Primo rilievo: chiedendo a Google “Bollorè media” si ricevono 536 mila risultati; chiedendo “Bollorè Africa” se ne ricevono 407 mila; chiedendo “Bollorè tlc”, 19.800; “Bollorè telecomunicazioni”, 14.500; chiedendo “Bollorè telecommunication” 150 mila.
Secondo rilievo: sulla scrivania del cronista, nella posta del giorno, risalta una busta pubblicitaria, l’ennesima, periodica, da una decina d’anni: “Il grande cinema di Sky incontra internet ultraveloce di Fastweb a un prezzo spettacolare”.
Prima sintesi. Gli interessi di Bollorè sono in Africa e nei media, alla pari; poco nelle telecomunicazioni.
Seconda sintesi. Mentre analisti finanziari e industriali straparlano di convergenza tra media e tlc, i fatti si sono incaricati da anni di dimostrare che questa convergenza di business semplicemente non esiste, perché ad esempio Fastweb e Sky che da anni vendono “a pacchetto” i loro servizi, ne hanno ricavato ben poco sugo. La gente compra i contenuti dove riesce a comprarli, nessun tifoso che voglia godersi le partite di Champions League esita ad abbonarci a Sky quando le vince Sky, e poi a passare a Mediaset Premium quando prevale quest’ultima. Non è la rete a guidare, è il contenuto. Quando hai i contenuti, sono le reti che t’inseguono, ti contendono, non sei tu che hai bisogno delle reti.

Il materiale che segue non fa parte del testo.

"""Persistent motion: the animal keeps heading, relaxing to the velocity field."""

from __future__ import annotations

from dataclasses import dataclass
from math import factorial
from typing import ClassVar

import jax.numpy as jnp
from jaxtyping import Array, Float

from trackfit.motion.motion import DerivedParameter, MotionParameter, Transition

SERIES_BELOW = 0.1
"""Below this step, in persistence times, the position variance is summed as a series."""

SERIES_TERMS = 12


@dataclass(frozen=True)
class Persistent:
    """Exact steps of dx = v dt, dv = -(v - u)/tau dt + s dW, with u held over a step.

    The velocity is an Ornstein-Uhlenbeck process around the field u(x, t) (Uhlenbeck & Ornstein
    1930, Phys. Rev. 36:823; the form with u held is a local linearisation). With a = exp(-dt/tau):

        E v' = u + a (v - u),      E x' = x + u dt + tau (1 - a) (v - u)

    and per axis, with s^2 = w^2 / tau,

        q_xx = s^2 tau^2 [dt - 2 tau (1 - a) + tau/2 (1 - a^2)]
        q_xv = s^2 tau^2 / 2 (1 - a)^2,      q_vv = s^2 tau / 2 (1 - a^2).

    Parameters are the speed w, the root mean square of |v - u| in the long run (both axes), and the
    persistence time tau. Over times much longer than tau the motion is diffusive with sigma =
    w sqrt(tau) = s tau.
    """

    name: ClassVar[str] = "persistent"
    k: ClassVar[int] = 2
    same_moment_hours: ClassVar[float] = 5.0 / 3600.0
    parameters: ClassVar[tuple[MotionParameter, ...]] = (
        MotionParameter("speed", "km/h", 1.0, prior_log_sd=2.0, speed_power=1.0),
        MotionParameter("persistence", "h", 2.0, prior_log_sd=2.0, speed_power=0.0),
    )
    derived: ClassVar[tuple[DerivedParameter, ...]] = (
        DerivedParameter("long_run_diffusion", "km/sqrt(h)", (1.0, 0.5)),
    )

    def transition(
        self, log_parameters: Float[Array, " parameters"], dt_hours: Float[Array, " steps"]
    ) -> Transition:
        """F, G, W and log det Q for steps of the given lengths."""
        speed, tau = jnp.exp(log_parameters[0]), jnp.exp(log_parameters[1])
        d = dt_hours / tau
        gone = -jnp.expm1(-d)
        q_xx = (speed * tau) ** 2 * position_growth(d)
        q_xv = 0.5 * speed**2 * tau * gone**2
        q_vv = 0.5 * speed**2 * gone * (2.0 - gone)
        determinant = q_xx * q_vv - q_xv**2
        return Transition(
            F=[[jnp.ones_like(d), tau * gone], [0, 1.0 - gone]],
            G=[dt_hours - tau * gone, gone],
            W=[
                [q_vv / determinant, -q_xv / determinant],
                [-q_xv / determinant, q_xx / determinant],
            ],
            log_det=jnp.log(determinant),
        )

    def start_precision(
        self, log_parameters: Float[Array, " parameters"], position_sd_km: Float[Array, ""]
    ) -> list[Float[Array, ""]]:
        """Vague for the position, long-run spread for the velocity around the field."""
        return [position_sd_km**-2.0, 2.0 * jnp.exp(-2.0 * log_parameters[0])]

    def starting_values(self, diffusion: float, spacing_hours: float) -> tuple[float, ...]:
        """Speed and persistence of the asked diffusion, persistent over a typical spacing."""
        return diffusion / spacing_hours**0.5, spacing_hours


def position_growth(d: Float[Array, " steps"]) -> Float[Array, " steps"]:
    """D - 2 (1 - e^-d) + (1 - e^-2d)/2, without cancellation where d is small.

    Its series is sum_(n >= 3) (-1)^n (2 - 2^(n-1)) / n! d^n = d^3/3 - d^4/4 + ...
    """
    # both branches must be finite everywhere, or the derivative of the chosen one is lost
    small, large = jnp.minimum(d, SERIES_BELOW), jnp.maximum(d, SERIES_BELOW)
    series = jnp.zeros_like(d)
    for n in range(SERIES_TERMS + 2, 2, -1):
        series = series * small + (-1.0) ** n * (2.0 - 2.0 ** (n - 1)) / factorial(n)
    gone = -jnp.expm1(-large)
    return jnp.where(d < SERIES_BELOW, series * small**3, large - gone - 0.5 * gone**2)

Pensare che la proprietà di una rete di telecomunicazioni sia utile a chi produce contenuti per venderne di più è come pensare che Marchionne per vendere più auto dovrebbe comprarsi l’Autostrada del Sole. Una scemenza. Ma allora perché se ne parla tanto?
Analisti e giornalisti ne parlano perché è il loro mestiere, ma non vuol dire assolutamente che sia giusto e rilevante parlarne come di una cosa vera e significativa.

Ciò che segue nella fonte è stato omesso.